INPUT DATA:
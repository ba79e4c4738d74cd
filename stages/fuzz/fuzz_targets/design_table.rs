//! The design table reader.
#![no_main]

use libfuzzer_sys::fuzz_target;
use plotsieve_stages::ingest::read_design;

fuzz_target!(|data: &[u8]| {
    let p = std::env::temp_dir().join(format!("plotsieve-fuzz-{}-design.csv", std::process::id()));
    std::fs::write(&p, data).expect("a temporary file");
    let _ = read_design(&p, "design.csv");
});
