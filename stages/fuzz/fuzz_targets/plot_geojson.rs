//! Plot polygons from GeoJSON, then the plot checks: a value or an error, never a panic or
//! an allocation sized by a coordinate.
#![no_main]

use libfuzzer_sys::fuzz_target;
use plotsieve_stages::ingest::{plot_checks, read_geojson};

fuzz_target!(|data: &[u8]| {
    let p = std::env::temp_dir().join(format!("plotsieve-fuzz-{}.geojson", std::process::id()));
    std::fs::write(&p, data).expect("a temporary file");
    if let Ok(polys) = read_geojson(&p, "p.geojson", "plot_id") {
        let _ = plot_checks::problems(&polys, "p.geojson");
    }
});
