/** The answer as a problem, after checking it is one. */
async function expectProblem(res: Response, status: number, path: string) {
	expect(res.status).toBe(status);
	expect(res.headers.get('content-type')).toBe(PROBLEM_CONTENT_TYPE);
	const body = await res.json();
	const parsed = problemSchema.safeParse(body);
	expect(parsed.success, JSON.stringify(body)).toBe(true);
	expect(body.status).toBe(status);
	expect(body.instance).toBe(path);
	expect(body.type).toMatch(/^\/api-docs#problem-[a-z-]+$/);
	expect(body.detail.length).toBeGreaterThan(10);
	return body;
}

let club: Club;
let other: Club;
let readToken: string;
let uploadToken: string;
let viewerToken: string;
let outsiderToken: string;
let flightId: string;
const NONE = '00000000-0000-4000-8000-000000000000';

beforeAll(async () => {
	club = await makeClub('API Club');
	other = await makeClub('Other Club');
	readToken = await createApiToken(club.pilot.id, { name: 'reader', scope: 'read', expiresInDays: null });
	uploadToken = await createApiToken(club.pilot.id, { name: 'uploader', scope: 'upload', expiresInDays: 30 });
	viewerToken = await createApiToken(club.viewer.id, { name: 'viewer', scope: 'read', expiresInDays: null });
	outsiderToken = await createApiToken(other.pilot.id, { name: 'outsider', scope: 'upload', expiresInDays: null });
	const res = await upload(club.pilot, { aircraftId: club.trainer.id, file: steadyFile({ start: Date.UTC(2026, 2, 1, 9), seconds: 600, flowUsgph: 8 }) });
	expect(res.status, JSON.stringify(res.body)).toBe(201);
	flightId = res.body.flightId;
});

PROBLEM DETAILS:
Retype, exactly as written, each line from the one that has "let uploadToken: string;" to the bottom of the entries above, and include both of those lines.

REPLY TO THE TASK:
let uploadToken: string;
let viewerToken: string;
let outsiderToken: string;
let flightId: string;
const NONE = '00000000-0000-4000-8000-000000000000';

beforeAll(async () => {
	club = await makeClub('API Club');
	other = await makeClub('Other Club');
	readToken = await createApiToken(club.pilot.id, { name: 'reader', scope: 'read', expiresInDays: null });
	uploadToken = await createApiToken(club.pilot.id, { name: 'uploader', scope: 'upload', expiresInDays: 30 });
	viewerToken = await createApiToken(club.viewer.id, { name: 'viewer', scope: 'read', expiresInDays: null });
	outsiderToken = await createApiToken(other.pilot.id, { name: 'outsider', scope: 'upload', expiresInDays: null });
	const res = await upload(club.pilot, { aircraftId: club.trainer.id, file: steadyFile({ start: Date.UTC(2026, 2, 1, 9), seconds: 600, flowUsgph: 8 }) });
	expect(res.status, JSON.stringify(res.body)).toBe(201);
	flightId = res.body.flightId;
});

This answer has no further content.